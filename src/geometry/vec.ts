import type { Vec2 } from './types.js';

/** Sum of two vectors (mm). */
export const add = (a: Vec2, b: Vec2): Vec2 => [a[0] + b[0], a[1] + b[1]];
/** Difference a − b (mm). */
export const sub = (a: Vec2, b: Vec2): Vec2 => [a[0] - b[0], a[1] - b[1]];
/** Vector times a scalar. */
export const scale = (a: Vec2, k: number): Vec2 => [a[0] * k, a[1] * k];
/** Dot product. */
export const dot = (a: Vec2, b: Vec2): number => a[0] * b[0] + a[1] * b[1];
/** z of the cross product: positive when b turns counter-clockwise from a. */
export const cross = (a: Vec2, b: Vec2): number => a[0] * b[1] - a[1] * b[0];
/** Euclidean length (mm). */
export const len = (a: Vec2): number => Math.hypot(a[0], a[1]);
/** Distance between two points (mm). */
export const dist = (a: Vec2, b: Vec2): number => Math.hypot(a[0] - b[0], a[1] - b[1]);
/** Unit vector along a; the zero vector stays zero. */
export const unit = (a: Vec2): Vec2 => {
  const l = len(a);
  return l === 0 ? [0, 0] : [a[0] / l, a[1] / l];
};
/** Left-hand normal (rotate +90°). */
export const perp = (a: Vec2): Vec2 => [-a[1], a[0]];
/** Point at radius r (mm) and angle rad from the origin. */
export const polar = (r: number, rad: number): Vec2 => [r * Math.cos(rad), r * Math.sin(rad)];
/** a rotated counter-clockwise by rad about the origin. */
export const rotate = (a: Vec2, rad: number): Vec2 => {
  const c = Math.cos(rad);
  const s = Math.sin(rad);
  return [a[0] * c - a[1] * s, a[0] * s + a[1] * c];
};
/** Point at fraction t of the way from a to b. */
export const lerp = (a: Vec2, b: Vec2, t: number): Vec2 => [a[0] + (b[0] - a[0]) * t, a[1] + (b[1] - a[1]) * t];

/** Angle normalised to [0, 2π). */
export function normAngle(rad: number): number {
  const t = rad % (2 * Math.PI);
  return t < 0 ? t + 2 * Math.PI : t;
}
-----
| YOUR ASSIGNMENT |
Your job is to copy all the records exactly.

| RESPONSE BOX |
filename src/geometry/vec.ts
import type { Vec2 } from './types.js';

/** Sum of two vectors (mm). */
export const add = (a: Vec2, b: Vec2): Vec2 => [a[0] + b[0], a[1] + b[1]];
/** Difference a − b (mm). */
export const sub = (a: Vec2, b: Vec2): Vec2 => [a[0] - b[0], a[1] - b[1]];
/** Vector times a scalar. */
export const scale = (a: Vec2, k: number): Vec2 => [a[0] * k, a[1] * k];
/** Dot product. */
export const dot = (a: Vec2, b: Vec2): number => a[0] * b[0] + a[1] * b[1];
/** z of the cross product: positive when b turns counter-clockwise from a. */
export const cross = (a: Vec2, b: Vec2): number => a[0] * b[1] - a[1] * b[0];
/** Euclidean length (mm). */
export const len = (a: Vec2): number => Math.hypot(a[0], a[1]);
/** Distance between two points (mm). */
export const dist = (a: Vec2, b: Vec2): number => Math.hypot(a[0] - b[0], a[1] - b[1]);
/** Unit vector along a; the zero vector stays zero. */
export const unit = (a: Vec2): Vec2 => {
  const l = len(a);
  return l === 0 ? [0, 0] : [a[0] / l, a[1] / l];
};
/** Left-hand normal (rotate +90°). */
export const perp = (a: Vec2): Vec2 => [-a[1], a[0]];
/** Point at radius r (mm) and angle rad from the origin. */
export const polar = (r: number, rad: number): Vec2 => [r * Math.cos(rad), r * Math.sin(rad)];
/** a rotated counter-clockwise by rad about the origin. */
export const rotate = (a: Vec2, rad: number): Vec2 => {
  const c = Math.cos(rad);
  const s = Math.sin(rad);
  return [a[0] * c - a[1] * s, a[0] * s + a[1] * c];
};
/** Point at fraction t of the way from a to b. */
export const lerp = (a: Vec2, b: Vec2, t: number): Vec2 => [a[0] + (b[0] - a[0]) * t, a[1] + (b[1] - a[1]) * t];

/** Angle normalised to [0, 2π). */
export function normAngle(rad: number): number {
  const t = rad % (2 * Math.PI);
  return t < 0 ? t + 2 * Math.PI : t;
}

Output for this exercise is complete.